Which new mixer is best for home use? The Kitchen Aid or the Bosch? I like to bake bread. I have heard that the Kitchen Aid cannot handle kneading bread as well as the Bosch. I also bake cakes and cookies. I bake fruit cakes in the fall, so the batter is very heavy.


----------



## phatch (Mar 29, 2002)

As a generaliztion, I'd take KitchenAid over Bosch. it will matter how big a motor you get matched to the bowl size


----------



## Seoul Food (Sep 17, 2018)

If you are just using it for breads, Bosch. If you will be doing a equal amount of varying items, kitchen aid.


----------



## kokopuffs (Aug 4, 2000)

You can get a good used built like a tank Hobart N5 5 qt mixer for around $1k from ebay. Shop around.


----------



## loomchick (Jun 11, 2013)

msbirdchat said:


> Which new mixer is best for home use? The Kitchen Aid or the Bosch? I like to bake bread. I have heard that the Kitchen Aid cannot handle kneading bread as well as the Bosch. I also bake cakes and cookies. I bake fruit cakes in the fall, so the batter is very heavy.

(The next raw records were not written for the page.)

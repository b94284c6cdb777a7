import { useEffect, useRef } from "react";
import { useVirtualizer } from "@tanstack/react-virtual";
import type { Part, Spec } from "../../engine/types.ts";
import type { Ranking } from "../../worker/finishRanking.ts";
import { sortBy } from "../../state/workspaceActions.ts";
import type { RankingSort } from "../../state/rankingView.ts";
import { useExtras } from "../../state/extrasStore.ts";
import { useWorkspace } from "../../state/workspaceStore.ts";
import { COLUMNS, GRID_TEMPLATE, TABLE_WIDTH } from "./columns.tsx";
import { RankingRow } from "./RankingRow.tsx";
import { BUSY_MARK_DELAY_MS } from "../common/busyMark.ts";
import { useDelayedFlag } from "../common/useDelayedFlag.ts";

const ROW_HEIGHT = 30;
/** A first guess for a row with its reasons open; it is measured once drawn. */
const EXPANDED_HEIGHT = 170;

function SortHeader({ id, label, title, num, sort }: { id: string; label: string; title: string; num: boolean; sort: RankingSort }) {
  const active = sort === null ? id === "rank" : sort.column === id;
  const descending = sort?.descending === true;
  const ariaSort = active ? (descending ? "descending" : "ascending") : "none";
  return (
    <span role="columnheader" aria-sort={ariaSort} className={num ? "num" : undefined}>
      <button type="button" className="sort-button" title={`${title}. Click to sort.`} onClick={() => sortBy(id)}>
        {label}
        {active && <span aria-hidden="true">{descending ? " ▼" : " ▲"}</span>}
      </button>
    </span>
  );
}

export interface RankingTableProps {
  indices: Int32Array;
  parts: readonly Part[];
  ranking: Ranking;
  spec: Spec;
  serial: number;
  stale: boolean;
}

/**
 * Every ranked part in one scrolling grid; only the rows in view (plus a margin) exist in the
 * page, so 100 000 parts scroll as smoothly as 100.
 */
export function RankingTable({ indices, parts, ranking, spec, serial, stale }: RankingTableProps) {
  // aria-busy says so at once; the table is dimmed only for a ranking that takes a while.
  const showStale = useDelayedFlag(stale, BUSY_MARK_DELAY_MS);
  const scroller = useRef<HTMLDivElement>(null);
  const sort = useWorkspace((w) => w.view.rankingSort);
  const shortlist = useWorkspace((w) => w.shortlist);
  const selected = useWorkspace((w) => w.view.selectedPart);
  const expanded = useExtras((e) => e.expanded);
  // The virtualizer hands out fresh functions each render by design; nothing here is memoised on them.
  // eslint-disable-next-line react-hooks/incompatible-library
  const virtualizer = useVirtualizer({
    count: indices.length,
    getScrollElement: () => scroller.current,
    estimateSize: (k) => (expanded.includes(parts[indices[k] ?? -1]?.partNumber ?? "") ? EXPANDED_HEIGHT : ROW_HEIGHT),
    overscan: 8,
    getItemKey: (k) => indices[k] ?? k,
  });
  // Sizes measured while a row was open would outlive its closing: start the sizes afresh.
  useEffect(() => {
    virtualizer.measure();
  }, [expanded, virtualizer]);
  return (
    <div
      ref={scroller}
      className={`rtable${showStale ? " stale" : ""}`}
      role="table"
      aria-label="Ranked parts"
      aria-rowcount={indices.length + 1}
      aria-busy={stale}
      data-serial={serial}
      data-rows={indices.length}
      tabIndex={0}
    >
      <div className="rtable-inner" style={{ width: TABLE_WIDTH }}>
        <div role="rowgroup" className="rhead">
          <div role="row" className="rrow" style={{ gridTemplateColumns: GRID_TEMPLATE }}>
            {COLUMNS.map((c) =>
              c.sortable === false ? (
                <span key={c.id} role="columnheader" className="plain-header">
                  {c.label}
                </span>
              ) : (
                <SortHeader key={c.id} id={c.id} label={c.label} title={c.title} num={c.num === true} sort={sort} />
              ),
            )}
          </div>
        </div>
        <div role="rowgroup" className="rbody" style={{ height: virtualizer.getTotalSize() }}>
          {virtualizer.getVirtualItems().map((item) => {
            const index = indices[item.index]!;
            const pn = parts[index]!.partNumber;
            return (
              <RankingRow
                key={item.key}
                index={index}
                virtualIndex={item.index}
                parts={parts}
                ranking={ranking}
                spec={spec}
                serial={serial}
                expanded={expanded.includes(pn)}
                shortlisted={shortlist.includes(pn)}
                selected={selected === pn}
                ref={expanded.includes(pn) ? virtualizer.measureElement : undefined}
                style={expanded.includes(pn) ? { transform: `translateY(${item.start}px)` } : { transform: `translateY(${item.start}px)`, height: ROW_HEIGHT }}
              />
            );
          })}
        </div>
      </div>
    </div>
  );
}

I would go for a KitchenAid mixer . . . however, one of the important things is getting one that has the power you want. Avoid the tilt-style KitchenAid mixers and go for one that has a lift stand and at least a 6 qt capacity. Yes, it's going to cost more . . . but, it's better suited to what you want to do.


----------



## L'uovo vulcanico (Nov 9, 2020)

I like the recommendation of the hobart N5, they are a commercial tank and will, in a non-commercial setting, outlast you. Heck, we THRASHED ours daily and it outlasted the kitchen we worked in. Plus, being geared rather than regulated, you have some real churn power in that unit. 

Following that is the Kitchenaid, BUT... You want to make sure you have a "professional series" (6500 or better, preferrably the 7 quart or larger) as you want the DC motor over it's louder and more anemic AC cousin. If you like breaking mixers, get the tilt head one. Don't say you weren't warned... 

I honestly don't know much about Bosch, but if their other products are an indication, they've kind of gone downhill.


----------



## Iceman (Jan 4, 2011)

[JUSTIFY]I'm not so sure that all that many people really need a _Hobart_ mixer sitting on their kitchen counter. It's kinda like telling people to buy a _Robot Coupe_ when they ask about food processors. They're great machines. I like both companies. I'm just sayin' for _John/Jane Doe Public _... It's a serious bit of overkill for their home cooking equipment $$$.

I've only had _Kitchen-Aid_ ... but I've never heard anyone complain about _Bosche_. Check them both out. ... See which one You like. My professional opinion is that either will suit you just fine. [/JUSTIFY]


----------



## foodpump (Oct 10, 2005)

Like L’ouvo said, if going with K.A. DO NOT get a tilt head model or anything under 5 qts


----------



## Transglutaminase (Jan 9, 2019)

I'm biased because I have an old Kitchen Aid.
I DO like it, rebuilt the worm gear ( ~$15 on Amazon- get the Whirlpool/OEM part!)
You might even consider buying an old used unit.
Good, albeit long winded, video here on the Kitchen Aid mixers;




G'luck!


----------



## L'uovo vulcanico (Nov 9, 2020)

And get the DC motor (1 or 1.3 HP), not the (IMO anemic) AC motor. Huge difference in oomph. Still nothing like a Hobart with the 3 speed gearbox, but it will still do the trick.


----------



## Seoul Food (Sep 17, 2018)

L'uovo vulcanico said:


> And get the DC motor (1 or 1.3 HP), not the (IMO anemic) AC motor. Huge difference in oomph. Still nothing like a Hobart with the 3 speed gearbox, but it will still do the trick.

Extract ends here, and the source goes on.